UNITED STATES

SECURITIES AND EXCHANGE COMMISSION

Washington, D.C. 20549

 

FORM 8-K

 

CURRENT REPORT

Pursuant to Section 13 or 15(d) of the Securities and Exchange Act of 1934

 

Date of Report (Date of earliest event reported): December 26, 2019

 

GLOBAL TECH INDUSTRIES GROUP, INC.

(Exact name of registrant as specified in its charter)

 

Nevada   000 - 10210   83 - 0250943
(State or other jurisdiction
of incorporation)
  (Commission
File Number)
  (IRS Employer
Identification No.)

 

511 Sixth Avenue, Suite 800

New York, New York

  10011
(Address of principal executive offices)   (Zip Code)

 

212-204-7926

(Registrant’s telephone number, including area code)

 

[Not applicable / Former Name or Address]
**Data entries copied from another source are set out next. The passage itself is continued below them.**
/// Every block of the chunk, on the calling thread and `helpers` more.
void run_chunk(Chunk& c, unsigned helpers, const Settings& st) {
    const std::size_t blocks = (c.n + block_rows - 1) / block_rows;
    if (c.block_out.size() < blocks) c.block_out.resize(blocks);
    std::atomic<std::size_t> next{0};
    auto work = [&] {
        for (std::size_t b; (b = next.fetch_add(1)) < blocks;) run_block(c, b, st);
    };
    std::vector<std::thread> pool;
    for (std::size_t k = 0; k + 1 < blocks && k < helpers; ++k) {
        try {
            pool.emplace_back(work);
        } catch (const std::system_error&) {
            break;  // the system refused another thread: go on with those we have
        }
    }
    work();
    for (auto& t : pool) t.join();
}

/// Reads the next chunk of rows (header and blank rows skipped); false when the input has ended
/// (the chunk may still hold rows).
bool read_chunk(rxnheat::csv::Reader& reader, rxnheat::csv::Record& rec, bool& first_record, Chunk& c) {
    c.n = 0;
    if (c.rows.size() < batch_chunk_rows) c.rows.resize(batch_chunk_rows);
    while (c.n < batch_chunk_rows) {
        if (!reader.next(rec)) return false;
        bool blank = rec.error.empty();
        for (const auto& cell : rec.cells)
            if (!trimmed(cell).empty()) {
                blank = false;
                break;
            }
        if (blank) continue;  // empty lines and rows of empty cells are not data
        const bool was_first = first_record;
        first_record = false;
        if (was_first && rec.error.empty() && trimmed(rec.cells[0]) == "reaction") continue;  // header

        BatchRow& r = c.rows[c.n++];
        r.line = rec.line;
        r.reaction.assign(rec.cells[0]);
        r.temperature_text.assign(rec.cells.size() > 1 ? trimmed(rec.cells[1]) : std::string_view());
        r.unit_text.assign(rec.cells.size() > 2 ? trimmed(rec.cells[2]) : std::string_view());
        r.error.assign(rec.error);
        r.internal = r.has_T = false;
        r.T = r.value = 0;
        r.unit.clear();
        r.kind = "";
        std::size_t used = rec.cells.size();
        while (used > 0 && trimmed(rec.cells[used - 1]).empty()) --used;
        if (r.error.empty() && used > 3)
            r.error = "the row has " + std::to_string(used) + " cells; a batch row is reaction[,temperature[,unit]]";
    }
    return true;
}

/// Chunks passed from the reading thread to the main thread, and back when written.
class ChunkQueue {
public:
    ChunkQueue() {
        for (auto& c : store_) free_.push_back(&c);
    }
    Chunk* take_free() {  // the reading thread; null when the main thread has stopped
        std::unique_lock<std::mutex> lock(m_);
        cv_.wait(lock, [&] { return !free_.empty() || abandoned_; });
        if (abandoned_) return nullptr;
        Chunk* c = free_.front();
        free_.pop_front();
        return c;
    }
    void put_full(Chunk* c, bool last) {
        std::lock_guard<std::mutex> lock(m_);
        if (c) full_.push_back(c);
        ended_ = ended_ || last;
        cv_.notify_all();
    }
    void fail(std::exception_ptr e) {
        std::lock_guard<std::mutex> lock(m_);
        error_ = e;
        ended_ = true;
        cv_.notify_all();
    }
    Chunk* take_full() {  // the main thread; null at the end of the input
        std::unique_lock<std::mutex> lock(m_);
        cv_.wait(lock, [&] { return !full_.empty() || ended_; });
        if (full_.empty()) {
            if (error_) std::rethrow_exception(error_);
            return nullptr;
        }
        Chunk* c = full_.front();
        full_.pop_front();
        return c;
    }
    void give_back(Chunk* c) {
        std::lock_guard<std::mutex> lock(m_);
        free_.push_back(c);
        cv_.notify_all();
    }
    void abandon() {
        std::lock_guard<std::mutex> lock(m_);
        abandoned_ = true;
        cv_.notify_all();
    }

private:
    std::mutex m_;
    std::condition_variable cv_;
    Chunk store_[chunks_in_flight];
    std::deque<Chunk*> free_, full_;
    bool ended_ = false, abandoned_ = false;
    std::exception_ptr error_;
};

}  // namespace

int run_batch(const Parsed& p, Output& output, Engine& engine) {
    // Read in the order the other commands read them: temperature, table, then the input.
    const double default_T = p.has("temperature") ? parse_temperature(p.value_or("temperature", "")) : T_ref;
    std::shared_ptr<const SpeciesTable> table;
    if (p.has("table")) table = std::make_shared<const SpeciesTable>(SpeciesTable::from_csv_file(p.value_or("table", "")));
    std::FILE* in = stdin;
    std::string name = "standard input";
    if (!p.positionals.empty() && p.positionals[0] != "-") {
        name = p.positionals[0];
        in = std::fopen(name.c_str(), "rb");
        if (!in) throw Error(ErrorKind::argument, "cannot open '" + name + "': " + std::strerror(errno));
    }
    struct Closer {
        std::FILE* f;
        ~Closer() {
            if (f && f != stdin) std::fclose(f);
        }
    } closer{in};

    unsigned threads = 1;
    if (p.has("threads")) {
        const std::string t = p.value_or("threads", "");
        char* end = nullptr;
        const long n = std::strtol(t.c_str(), &end, 10);
        if (t.empty() || end != t.c_str() + t.size() || n < 0 || n > static_cast<long>(max_threads))
            throw Error(ErrorKind::argument, "--threads must be a whole number from 0 to " + std::to_string(max_threads) +
                               " (0: one per processor), not '" + t + "'");
        threads = static_cast<unsigned>(n);
        if (threads == 0) threads = std::max(1u, std::thread::hardware_concurrency());
    }
    const Settings settings{&engine, table.get(), default_T, p.value_or("unit", "kJ/mol"), output.json()};

    // A row longer than the reader holds is an error row and the batch reads on to its end, but
    // not forever: input without a line end for 16 MiB (/dev/zero) stops the batch.
    rxnheat::csv::Options reader_options;
    reader_options.max_record_span = max_row_span_bytes;
    rxnheat::csv::Reader reader(in, reader_options);
    rxnheat::csv::Record rec;
    bool first_record = true;
    std::size_t total = 0, failed = 0;
    bool internal = false;

    if (output.json()) {
        output.write("{\"results\":[");
        output.set_batch_open(true);
    } else {
        output.write("line,reaction,temperature_K,value,unit,kind,error\n");
    }

    auto write_chunk = [&](Chunk& c) {
        const std::size_t blocks = (c.n + block_rows - 1) / block_rows;
        for (std::size_t b = 0; b < blocks; ++b) output.write(c.block_out[b]);
        for (std::size_t i = 0; i < c.n; ++i) {
            if (!c.rows[i].error.empty()) ++failed;
            if (c.rows[i].internal) internal = true;
        }
        total += c.n;
        std::fflush(stdout);
    };

    if (threads == 1) {
        Chunk c;
        for (bool more = true; more;) {
            more = read_chunk(reader, rec, first_record, c);
            c.first_index = total;
            run_chunk(c, 0, settings);
            write_chunk(c);
        }
    } else {
        ChunkQueue queue;
        std::thread reading([&] {
            try {
                for (bool more = true; more;) {
                    Chunk* c = queue.take_free();
                    if (!c) return;
                    more = read_chunk(reader, rec, first_record, *c);
                    queue.put_full(c, !more);
                }
            } catch (...) {
                queue.fail(std::current_exception());
            }
        });
        struct Joiner {
            ChunkQueue& q;
            std::thread& t;
            ~Joiner() {
                q.abandon();
                t.join();
            }
        } joiner{queue, reading};
        while (Chunk* c = queue.take_full()) {
            c->first_index = total;
            run_chunk(*c, threads - 2, settings);
            write_chunk(*c);
            queue.give_back(c);
        }
    }

    std::string read_failure;
    if (!reader.stopped().empty())
        read_failure = "cannot read '" + name + "' to its end: " + reader.stopped();
    else if (reader.read_error())
        read_failure = "cannot read '" + name + "': " + std::strerror(reader.read_error());

    if (output.json()) {
        std::string t = "],\"rows\":" + std::to_string(total) + ",\"failed\":" + std::to_string(failed);
        if (!read_failure.empty()) t += ",\"error\":" + json_string(read_failure);
        output.write(t + "}\n");
        output.set_batch_open(false);
    }
    if (!read_failure.empty()) {
        if (!output.json()) output.write_err("rxnheat batch: " + read_failure + "\n");
        return exit_bad_input;
    }
    if (failed)
        output.write_err("rxnheat batch: " + std::to_string(failed) + " of " + std::to_string(total) +
                  " rows have errors (see their error cells)\n");
    return internal ? exit_internal : exit_ok;
}


}  // namespace rxnheat::cli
(Former name or former address, if changed since last report.)

 

Check the appropriate box below if the Form 8-K filing is intended to simultaneously satisfy the filing obligation of the registrant under any of the following provisions (see General Instruction A.2. below):

 

[  ] Written communications pursuant to Rule 425 under the Securities Act (17 CFR 230.425)
   
[  ] Soliciting material pursuant to Rule 14a-12 under the Exchange Act (17 CFR 240.14a-12)
   
[  ] Pre-commencement communications pursuant to Rule 14d-2(b) under the Exchange Act (17 CFR 240.14d-2(b))
   
[  ] Pre-commencement communications pursuant to Rule 13e-4(c) under the Exchange Act (17 CFR 240.13e-4(c))

 

Securities registered pursuant to Section 12(b) of the Act:

 

Title of each Class   Trading Symbol   Name of each exchange on which registered
Common Stock   GTII   N/A

 

Indicate by check mark whether the registrant is an emerging growth company as defined in Rule 405 of the Securities Act of 1933 (§230.405 of this chapter) or Rule 12b-2 of the Securities Exchange Act of 1934 (§240.12b-2 of this chapter).

 

Emerging growth company /_/

 

If an emerging growth company, indicate by check mark if the registrant has elected not to use the extended transition period for complying with any new or revised financial accounting standards provided pursuant to Section 13(a) of the Exchange Act. /_/

 

 

 

 
 

 

SECTION 1 Registrant’s Business and Operations

 

Item 1.02 Termination of a Material Definitive Agreement

 

Global Tech Industries Group, Inc., a Nevada corporation (“GTII”), First Capital Master Advisor, LLC, a California limited liability company (“FCMA”), and GCA Equity Partners (“GCA”) (collectively, the “Parties”), having previously entered into a binding Letter of Intent, dated April 12, 2019 (“Original Agreement”), as amended on May 5, 2019. On or about December 26, 2019, the Parties mutually agreed in writing by an exchange of offer and acceptance emails to terminate the Original Agreement, as amended, for all intents and purposes, with no Party deemed to be at fault therefore, and with each Party having no further obligation to the other Party. Accordingly, the Original Agreement, as amended, is declared terminated, effective December 26, 2019.

 

 
 

 

SIGNATURES

 

Pursuant to the requirements of Section 13 or 15(d) of the Securities Exchange Act of 1934, as amended, the Registrant has duly caused this report to be signed on behalf by the undersigned, thereunto duly authorized.

 

  GLOBAL TECH INDUSTRIES GROUP, INC.